• INSTRUCTIONS TO FOLLOW: All lines in the data below carrying the string "readonly" are to be located and copied.

• DATA RECORDS:

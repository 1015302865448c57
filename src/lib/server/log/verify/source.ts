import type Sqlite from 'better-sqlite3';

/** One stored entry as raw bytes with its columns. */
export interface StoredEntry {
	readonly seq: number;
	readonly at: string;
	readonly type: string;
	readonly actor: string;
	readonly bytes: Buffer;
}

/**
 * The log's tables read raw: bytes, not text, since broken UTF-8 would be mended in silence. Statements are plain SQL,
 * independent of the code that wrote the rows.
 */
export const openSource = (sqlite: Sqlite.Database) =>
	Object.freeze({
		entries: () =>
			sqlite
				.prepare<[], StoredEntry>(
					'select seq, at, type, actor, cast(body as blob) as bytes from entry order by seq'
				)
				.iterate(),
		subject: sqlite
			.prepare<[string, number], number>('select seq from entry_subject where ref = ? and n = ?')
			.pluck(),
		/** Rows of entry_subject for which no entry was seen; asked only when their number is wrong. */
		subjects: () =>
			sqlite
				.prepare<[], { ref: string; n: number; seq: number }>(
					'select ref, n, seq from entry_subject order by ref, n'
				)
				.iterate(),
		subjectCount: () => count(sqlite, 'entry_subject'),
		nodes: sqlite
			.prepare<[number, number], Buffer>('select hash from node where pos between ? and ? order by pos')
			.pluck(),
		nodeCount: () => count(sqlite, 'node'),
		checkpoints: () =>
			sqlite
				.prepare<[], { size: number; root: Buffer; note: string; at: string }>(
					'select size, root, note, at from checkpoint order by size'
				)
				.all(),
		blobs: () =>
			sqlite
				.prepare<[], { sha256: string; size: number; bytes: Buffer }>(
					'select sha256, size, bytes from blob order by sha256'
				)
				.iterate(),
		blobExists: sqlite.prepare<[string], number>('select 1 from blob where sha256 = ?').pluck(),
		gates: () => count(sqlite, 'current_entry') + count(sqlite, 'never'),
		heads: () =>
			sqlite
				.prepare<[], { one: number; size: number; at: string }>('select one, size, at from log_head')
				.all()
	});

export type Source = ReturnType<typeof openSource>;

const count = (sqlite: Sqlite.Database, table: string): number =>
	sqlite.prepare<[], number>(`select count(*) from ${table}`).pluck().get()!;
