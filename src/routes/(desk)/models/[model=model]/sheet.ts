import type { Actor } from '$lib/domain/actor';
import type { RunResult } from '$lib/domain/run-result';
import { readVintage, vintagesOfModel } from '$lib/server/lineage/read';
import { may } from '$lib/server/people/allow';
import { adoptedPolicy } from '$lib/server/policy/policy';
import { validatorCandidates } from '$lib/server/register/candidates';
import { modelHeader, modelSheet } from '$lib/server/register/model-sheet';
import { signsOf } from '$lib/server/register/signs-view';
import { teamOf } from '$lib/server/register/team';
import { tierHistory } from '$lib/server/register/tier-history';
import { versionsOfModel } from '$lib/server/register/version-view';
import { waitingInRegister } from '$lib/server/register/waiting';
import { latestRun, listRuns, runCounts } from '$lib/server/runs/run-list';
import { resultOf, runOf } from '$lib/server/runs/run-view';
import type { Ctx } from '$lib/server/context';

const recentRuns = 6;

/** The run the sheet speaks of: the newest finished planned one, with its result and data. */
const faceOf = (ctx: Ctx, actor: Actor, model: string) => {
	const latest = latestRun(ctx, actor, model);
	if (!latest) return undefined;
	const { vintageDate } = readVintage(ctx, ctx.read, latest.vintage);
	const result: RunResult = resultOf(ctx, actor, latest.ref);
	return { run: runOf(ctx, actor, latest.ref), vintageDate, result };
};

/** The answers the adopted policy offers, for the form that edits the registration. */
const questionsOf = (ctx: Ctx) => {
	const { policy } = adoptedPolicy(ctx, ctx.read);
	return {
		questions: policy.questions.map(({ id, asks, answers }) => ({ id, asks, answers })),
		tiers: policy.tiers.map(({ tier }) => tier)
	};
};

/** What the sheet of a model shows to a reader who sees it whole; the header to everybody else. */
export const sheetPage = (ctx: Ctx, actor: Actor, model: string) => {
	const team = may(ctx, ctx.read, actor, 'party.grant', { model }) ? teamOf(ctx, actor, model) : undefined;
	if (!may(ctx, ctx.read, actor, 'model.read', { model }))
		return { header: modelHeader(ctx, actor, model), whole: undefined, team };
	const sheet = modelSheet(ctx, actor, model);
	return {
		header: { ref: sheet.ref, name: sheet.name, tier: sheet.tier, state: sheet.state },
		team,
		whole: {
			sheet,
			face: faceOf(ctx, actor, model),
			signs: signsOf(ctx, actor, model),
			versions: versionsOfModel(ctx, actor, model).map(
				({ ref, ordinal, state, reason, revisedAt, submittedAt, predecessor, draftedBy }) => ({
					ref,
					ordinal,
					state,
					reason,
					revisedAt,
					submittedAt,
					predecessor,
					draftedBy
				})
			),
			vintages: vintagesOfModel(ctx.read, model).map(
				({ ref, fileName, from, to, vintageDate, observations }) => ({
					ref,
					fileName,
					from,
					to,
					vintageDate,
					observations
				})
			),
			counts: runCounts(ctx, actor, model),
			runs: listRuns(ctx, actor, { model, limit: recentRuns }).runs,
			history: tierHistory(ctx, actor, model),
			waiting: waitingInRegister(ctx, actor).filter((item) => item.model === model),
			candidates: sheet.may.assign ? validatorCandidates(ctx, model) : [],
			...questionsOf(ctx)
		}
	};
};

• ANSWER TO THE EXERCISE:
	readonly seq: number;
	readonly at: string;
	readonly type: string;
	readonly actor: string;
	readonly bytes: Buffer;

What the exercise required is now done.